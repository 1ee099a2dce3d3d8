import type { APIRoute } from 'astro';
import { z } from 'zod';
import { requireRole } from '../../../../lib/server/guard.ts';
import { readJson, readQuery } from '../../../../lib/server/http.ts';
import { assignWindow, listAssignments } from '../../../../lib/server/services/windows.ts';
import { WindowAssignSchema } from '../../../../lib/shared/windows.ts';

const Query = z.object({ assetId: z.coerce.number().int().positive().optional() });

/** Assignment history (which window each line/oven ran when), newest first. */
export const GET: APIRoute = async ({ locals, url }) => {
  requireRole(locals, 'view');
  const { assetId } = readQuery(url, Query);
  return Response.json(await listAssignments(assetId));
};

/** Assign an approved window to a line/oven from a time on (engineer; audited). */
export const POST: APIRoute = async ({ locals, request, clientAddress }) => {
  const user = requireRole(locals, 'window.edit');
  const input = await readJson(request, WindowAssignSchema);
  return Response.json(await assignWindow(user, input, clientAddress), { status: 201 });
};
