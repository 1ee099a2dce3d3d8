import type { APIRoute } from 'astro';
import { readJson } from '../../../lib/server/http.ts';
import { requestReset } from '../../../lib/server/services/accounts.ts';
import { FORGOT_PASSWORD_ANSWER, ForgotPasswordSchema } from '../../../lib/shared/admin.ts';
import { operation } from '../../../lib/server/api-operation.ts';
import { MessageSchema } from '../../../lib/shared/api/service.ts';

export const contract = {
  POST: operation({
    summary: 'Ask for a password-reset link by e-mail',
    tag: 'auth',
    action: 'public',
    body: ForgotPasswordSchema,
    responses: { 202: MessageSchema },
  }),
};

/** Public: `{login}` (username or e-mail). Always the same 202 answer: no enumeration. */
export const POST: APIRoute = async ({ request, url, clientAddress }) => {
  const { login } = await readJson(request, contract.POST.body);
  await requestReset(login, url.origin, clientAddress);
  return Response.json({ message: FORGOT_PASSWORD_ANSWER }, { status: 202 });
};
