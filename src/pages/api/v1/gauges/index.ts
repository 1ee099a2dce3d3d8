import type { APIRoute } from 'astro';
import { requireRole } from '../../../../lib/server/guard.ts';
import { readJson } from '../../../../lib/server/http.ts';
import { gauges } from '../../../../lib/server/services/gauges.ts';
import { GaugeCreateSchema } from '../../../../lib/shared/msa.ts';

/** The lab's gauges with the verdict of each one's newest gauge R&R study. */
export const GET: APIRoute = async ({ locals }) => {
  requireRole(locals, 'view');
  return Response.json({ gauges: await gauges.list() });
};

/** Register a gauge (engineer, quality): `{name, kind, unit, resolution?, note?}`. */
export const POST: APIRoute = async ({ locals, request, clientAddress }) => {
  const user = requireRole(locals, 'msa.record');
  const input = await readJson(request, GaugeCreateSchema);
  return Response.json(await gauges.create(user, input, clientAddress), { status: 201 });
};
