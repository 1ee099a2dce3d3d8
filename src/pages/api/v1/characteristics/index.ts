import type { APIRoute } from 'astro';
import { requireRole } from '../../../../lib/server/guard.ts';
import { readJson } from '../../../../lib/server/http.ts';
import { characteristicSummaries, createCharacteristic } from '../../../../lib/server/services/spc.ts';
import { CharacteristicInputSchema } from '../../../../lib/shared/characteristics.ts';
import { operation } from '../../../../lib/server/api-operation.ts';
import { CharacteristicSummaryListSchema, CreatedCharacteristicSchema } from '../../../../lib/shared/api/spc.ts';

export const contract = {
  GET: operation({
    summary: 'Characteristics',
    tag: 'spc',
    action: 'view',
    responses: { 200: CharacteristicSummaryListSchema },
  }),
  POST: operation({
    summary: 'Define a characteristic',
    tag: 'spc',
    action: 'characteristic.edit',
    body: CharacteristicInputSchema,
    responses: { 201: CreatedCharacteristicSchema },
  }),
};

/** Every characteristic with its limits version, point count and latest point. */
export const GET: APIRoute = async ({ locals }) => {
  requireRole(locals, contract.GET.action);
  return Response.json(await characteristicSummaries());
};

/** A new characteristic (engineer). */
export const POST: APIRoute = async ({ locals, request, clientAddress }) => {
  const user = requireRole(locals, contract.POST.action);
  const input = await readJson(request, contract.POST.body);
  return Response.json(await createCharacteristic(user, input, clientAddress), { status: 201 });
};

^^^^^^^^^^^^^^^^

Description of the task
Report how many lines in the entries hold the string "status". Nothing but the number is wanted.

Worked solution
4